Lou,  I keep a bottle WITHIN reach when I use CA.  I've already glued my fingers together at uncomfortable angles already.  Once (during my earlier experience with CA) glued my finger to the blank on the lathe and my acetone was out of reach.  Barely got the finger off with skin intact.
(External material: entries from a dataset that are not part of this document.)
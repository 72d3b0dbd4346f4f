"""The import graph of the package runs one way (DEVELOPERS.md, "Map of the package").

Read statically from the source (imports inside functions count too: a lazy import is
still a dependency), so the test needs no import of the package to fail.
"""

from __future__ import annotations

import ast
import subprocess
import sys
from pathlib import Path

ROOT = Path(__file__).resolve().parents[1] / "reagentplan"

#: Modules that import no other module of the package (the bottom layer).
LEAVES = ("reagentplan.schema", "reagentplan.errors", "reagentplan.units", "reagentplan.chemistry")


def _module(path: Path) -> str:
    parts = list(path.relative_to(ROOT.parent).with_suffix("").parts)
    return ".".join(parts[:-1] if parts[-1] == "__init__" else parts)


def _is_module(name: str) -> bool:
    rel = Path(*name.split("."))
    return (ROOT.parent / rel).with_suffix(".py").is_file() or (ROOT.parent / rel / "__init__.py").is_file()


def import_graph() -> dict[str, set[str]]:
    """Module -> the package's modules it imports (``from .x import name`` counts
    ``x.name`` when that is a module, else ``x``)."""
    graph: dict[str, set[str]] = {}
    for path in sorted(ROOT.rglob("*.py")):
        mod = _module(path)
        package = mod if path.name == "__init__.py" else mod.rsplit(".", 1)[0]
        found = graph.setdefault(mod, set())
        for node in ast.walk(ast.parse(path.read_text(encoding="utf-8"))):
            if isinstance(node, ast.ImportFrom):
                if node.level:
                    base = package.split(".")[: len(package.split(".")) - node.level + 1]
                    target = ".".join(base + ([node.module] if node.module else []))
                else:
                    target = node.module or ""
                names = [f"{target}.{a.name}" for a in node.names]
                targets = [n for n in names if _is_module(n)] or [target]
            elif isinstance(node, ast.Import):
                targets = [a.name for a in node.names]
            else:
                continue
            found.update(t for t in targets if t.startswith("reagentplan.") and _is_module(t))
    return graph


def _top(mod: str) -> str:
    return ".".join(mod.split(".")[:2])


def _reach(graph: dict[str, set[str]], start: str) -> set[str]:
    seen: set[str] = set()
    todo = [start]
    while todo:
        for nxt in graph.get(todo.pop(), ()):
            if nxt not in seen:
                seen.add(nxt)
                todo.append(nxt)
    return seen


def test_top_level_modules_import_one_way():
    """No circle between the package's top-level modules and subpackages."""
    graph = import_graph()
    top: dict[str, set[str]] = {}
    for mod, targets in graph.items():
        top.setdefault(_top(mod), set()).update(_top(t) for t in targets if _top(t) != _top(mod))
    circles = sorted({tuple(sorted((a, b))) for a in top for b in _reach(top, a)
                      if a != b and a in _reach(top, b)})
    assert circles == []


def test_leaf_modules_import_nothing_of_the_package():
    graph = import_graph()
    for leaf in LEAVES:
        assert graph[leaf] == set(), leaf


def test_balance_does_not_reach_the_forecast():
    """The deterministic balance sits below the forecast: it takes the median generation
    from `reagentplan.timeseries`, and the forecast takes the physics from it."""
    graph = import_graph()
    below = _reach(graph, "reagentplan.balance") | _reach(graph, "reagentplan.timeseries")
    assert not {m for m in below if m.startswith("reagentplan.forecast")}
    assert "reagentplan.balance" in _reach(graph, "reagentplan.forecast.futures")


def test_scenario_is_below_the_planning_stages():
    graph = import_graph()
    below = {_top(m) for m in _reach(graph, "reagentplan.scenario")}
    assert below <= {"reagentplan.scenario", "reagentplan.schema", "reagentplan.errors",
                     "reagentplan.units", "reagentplan.chemistry", "reagentplan.workbook"}


def test_importing_the_balance_loads_no_forecast():
    code = ("import sys, reagentplan.balance; "
            "print(sorted(m for m in sys.modules if m.startswith('reagentplan.forecast')))")
    out = subprocess.run([sys.executable, "-c", code], capture_output=True, text=True, timeout=120,
                         cwd=ROOT.parent, check=True)
    assert out.stdout.strip() == "[]"
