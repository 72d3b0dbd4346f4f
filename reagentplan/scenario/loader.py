"""Loading a scenario: read the workbook, then check and type it.

`load_scenario` reads a workbook (`reagentplan.workbook.read_raw`) and hands its sheets
to `reagentplan.scenario.checks.build_scenario`, which reads every sheet with the table
reader (`reagentplan.scenario.tables`), checks what the sheets say about each other and
returns the typed `Scenario` (`reagentplan.scenario.types`), or raises one
`ScenarioError` listing every problem.
"""

from __future__ import annotations

import os
from typing import BinaryIO

from ..workbook import RawSheet, read_raw
from .checks import build_scenario
from .types import Scenario


def load_scenario(source: str | os.PathLike | BinaryIO | bytes) -> Scenario:
    """Read and validate a scenario workbook.

    Parameters
    ----------
    source : path, binary file or bytes of an .xlsx workbook.

    Returns
    -------
    Scenario
        All quantities metric: tonnes [t], energy [MWh, GJ], heating value [MJ/kg],
        shares and contents in percent [%].

    Raises
    ------
    ScenarioError
        Listing every problem with its sheet, Excel row and column.
    """
    raw = read_raw(source)
    name = os.fspath(source) if isinstance(source, (str, os.PathLike)) else "upload"
    return build_scenario(raw, os.path.basename(name))


def scenario_from_raw(raw: dict[str, RawSheet], source_name: str = "") -> Scenario:
    """Validate sheets already read by `reagentplan.workbook.read_raw` (or changed from
    them, as a study's variants are) into a `Scenario`, exactly as `load_scenario` does.

    Raises
    ------
    ScenarioError
        As `load_scenario`.
    """
    return build_scenario(raw, source_name)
Experience is a great teacher.[]  Kirk [8D]


----------



## Daniel (Nov 4, 2004)

I don't use an insurtion tool, but I was wondering if any of you have tried waxing it. wax on the bushings and mandrel keep them from sticking. it also makes it easier to remove the build up I get on my bushings.


----------



## jkirkb94 (Nov 5, 2004)

Wax works.  I keep a broken candle handy for that purpose.  Kirk [8D]


----------



## its_virgil (Nov 5, 2004)

My insertion tool is a sharpened pencil and when the glue build up it's back to the pencil sharpener. works for me.
Do a good turn daily!
Don


> _Originally posted by jkirkb94_
> <br />Wax works.  I keep a broken candle handy for that purpose.  Kirk [8D]


----------



## wscrivens (Nov 14, 2004)

OK, I admit I'm a newbie, but what is a "Pen insertion tool"?

I've only made a couple of dozen pens so far, and I have been inserting the brass tubes into the drilled blanks by hand, with no problems.  (I have thought that maybe they should fit a little tighter, but I'm using the 7mm drill that Woodcraft sells to go along with their kits.)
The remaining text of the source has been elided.